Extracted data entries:
━━━━━━━━━━━━━━━━

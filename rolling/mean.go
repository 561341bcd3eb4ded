package rolling

import (
	"math"
	"time"
)

// MeanCross is the answer of Fit.MeanTimeToLimit: when the fitted mean
// of the model reaches a limit, with confidence bounds from the
// uncertainty of the mean curve alone. Times are τ in days from the
// fit's newest reading (Last), like Coef.
//
// It differs from TimeToLimit (the as-found estimate), whose band is the
// prediction band of single readings: that band adds the scatter of one
// reading, ResidSD, to the uncertainty of the curve, and says when a
// reading may be found beyond the limit. MeanCross says when the sensor's
// mean (its drift without the noise) reaches the limit, the quantity a
// recalibration due date is about, and its band narrows as readings
// accumulate instead of staying at least ±t·ResidSD wide.
type MeanCross struct {
	// Kind is CrossAhead when the fitted mean reaches the limit at
	// Days > 0, CrossPast when it is at or beyond the limit now, CrossNever
	// when it moves away from the limit, is flat, or does not reach it
	// within the horizon.
	Kind CrossKind
	Days float64 // τ* (CrossAhead only)

	// Significant reports whether the rate towards the limit differs
	// from zero at the one-sided 95% level. Without it the band edge
	// reaches the limit only because the band widens with extrapolation,
	// which dates nothing, and no bound is given (Line only; a parabola's
	// bound is given whenever its band reaches the limit).
	Significant bool

	// LowerDays is the one-sided 95% lower confidence bound of the time
	// the mean reaches the limit: the first τ ≥ 0 at which the near edge
	// of the one-sided 95% confidence band of the mean (Student's t at
	// 95% with the fit's degrees of freedom) reaches the limit; 0 when it
	// already does. LowerOK is false when there is none within the
	// horizon, or the rate is not significant (Line).
	LowerDays float64
	LowerOK   bool

	// LowDays and HighDays are Fieller's two-sided 95% confidence
	// interval of τ* = (limit − c0)/c1 for a Line (Fieller 1954, J. R.
	// Stat. Soc. B 16(2), 175–185), which may begin in the past;
	// IntervalOK is false when it is not a bounded interval (c1 not
	// significant at the two-sided 95% level: the confidence set is then
	// unbounded) and for a Parabola.
	LowDays, HighDays float64
	IntervalOK        bool
}

// MeanTimeToLimit returns when the mean of a Line or Parabola trend
// reaches limit, from below for an upper limit (upper true) or from above
// for a lower one, looking no further ahead than horizon for the
// parabola's roots and for LowerDays.
//
// With corrected true it uses the serially corrected covariance,
// Inflation²·Cov, and Student's t with ⌊NEff⌋ − p degrees of freedom
// (see SetSerial), and returns ErrSerialUnknown when the fit carries no
// such correction; with corrected false the plain covariance Cov and DF.
//
// For a Line, with m(τ) = c0 + c1·τ, V(τ) = Var c0 + 2τ·Cov(c0, c1) +
// τ²·Var c1 and t the quantile, the τ with (m(τ) − L)² = t²·V(τ) solve
//
//	(c1² − t²·Var c1)·τ² + 2((c0 − L)·c1 − t²·Cov(c0, c1))·τ + (c0 − L)² − t²·Var c0 = 0,
//
// Fieller's quadratic: a bounded interval when its leading coefficient
// is positive, i.e. c1 is significant at that level. The lower bound is
// its root where the band's near edge meets L, with the one-sided t;
// the interval takes the two-sided t. For a Parabola, V(τ) = xᵀ·Cov·x
// with x = (1, τ, τ²), and the first τ where the near edge
// m(τ) ± t·√V(τ) reaches L is found by a scan and bisection.
func (f *Fit) MeanTimeToLimit(limit float64, upper, corrected bool, horizon time.Duration) (MeanCross, error) {
	if f.Model != Line && f.Model != Parabola {
		return MeanCross{}, ErrModel
	}
	if !f.OK() {
		return MeanCross{}, f.Err
	}
	cov, df := f.Cov, f.DF
	if corrected {
		if f.SerialErr != nil {
			return MeanCross{}, f.SerialErr
		}
		k := f.Inflation * f.Inflation
		for r := range 3 {
			for c := range 3 {
				cov[r][c] *= k
			}
		}
		df = int(f.NEff) - f.Model.Coefs()
	}
	t95 := StudentQuantile(0.95, float64(df))
	t975 := StudentQuantile(0.975, float64(df))
	// s-space: m rises to Λ in both directions.
	s := 1.0
	if !upper {
		s = -1
	}
	b0, b1, b2 := s*f.Coef[0]-s*limit, s*f.Coef[1], s*f.Coef[2]
	if f.Model == Line {
		b2 = 0
	}
	hdays := float64(horizon) / nanosPerDay
	var mc MeanCross
	switch {
	case b0 >= 0:
		mc.Kind = CrossPast
	default:
		if tau, ok := firstPositiveRoot(b2, b1, b0); ok && tau <= hdays {
			mc.Kind, mc.Days = CrossAhead, tau
		} else {
			mc.Kind = CrossNever
		}
	}
	v := func(tau float64) float64 {
		x := [3]float64{1, tau, tau * tau}
		var q float64
		for a := range 3 {
			for b := range 3 {
				q += x[a] * cov[a][b] * x[b]
			}
		}
		return max(q, 0)
	}
	if f.Model == Parabola {
		near := func(tau float64) float64 { return b0 + tau*(b1+tau*b2) + t95*math.Sqrt(v(tau)) }
		mc.Significant = b1*b1 > t95*t95*cov[1][1] && b1 > 0
		if tau, ok := firstReach(near, hdays); ok {
			mc.LowerDays, mc.LowerOK = tau, true
		}
		return mc, nil
	}
	v00, v01, v11 := cov[0][0], cov[0][1], cov[1][1]
	mc.Significant = b1 > 0 && b1*b1 > t95*t95*v11
	if mc.Significant {
		if b0+t95*math.Sqrt(v00) >= 0 {
			mc.LowerDays, mc.LowerOK = 0, true
		} else if lo, _, ok := fieller(b0, b1, v00, v01, v11, t95); ok && lo <= hdays {
			mc.LowerDays, mc.LowerOK = max(lo, 0), true
		}
	}
	if lo, hi, ok := fieller(b0, b1, v00, v01, v11, t975); ok {
		mc.LowDays, mc.HighDays, mc.IntervalOK = lo, hi, true
	}
	return mc, nil
}

// fieller returns the roots lo ≤ hi of Fieller's quadratic for
// τ* = −b0/b1 (the zero of b0 + b1·τ) with variances v00, v11,
// covariance v01 and quantile t, and false unless the leading
// coefficient b1² − t²·v11 is positive (a bounded interval). The roots
// use the cancellation-free form of the quadratic formula (Press et al.,
// Numerical Recipes, 3rd ed., §5.6).
func fieller(b0, b1, v00, v01, v11, t float64) (lo, hi float64, ok bool) {
	t2 := t * t
	a := b1*b1 - t2*v11
	if !(a > 0) {
		return 0, 0, false
	}
	b := b0*b1 - t2*v01 // half the linear coefficient
	c := b0*b0 - t2*v00
	disc := b*b - a*c
	if disc < 0 {
		return 0, 0, false // cannot happen with a > 0 and V positive semi-definite
	}
	q := -(b + math.Copysign(math.Sqrt(disc), b))
	r1, r2 := q/a, c/q
	if q == 0 {
		r1, r2 = 0, 0
	}
	return min(r1, r2), max(r1, r2), true
}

━━━━━━━━━━━━━━━━

Report every line in the data that holds "from", copying each one.

// of the model reaches a limit, with confidence bounds from the
// uncertainty of the mean curve alone. Times are τ in days from the
// It differs from TimeToLimit (the as-found estimate), whose band is the
	// when it moves away from the limit, is flat, or does not reach it
	// from zero at the one-sided 95% level. Without it the band edge
// reaches limit, from below for an upper limit (upper true) or from above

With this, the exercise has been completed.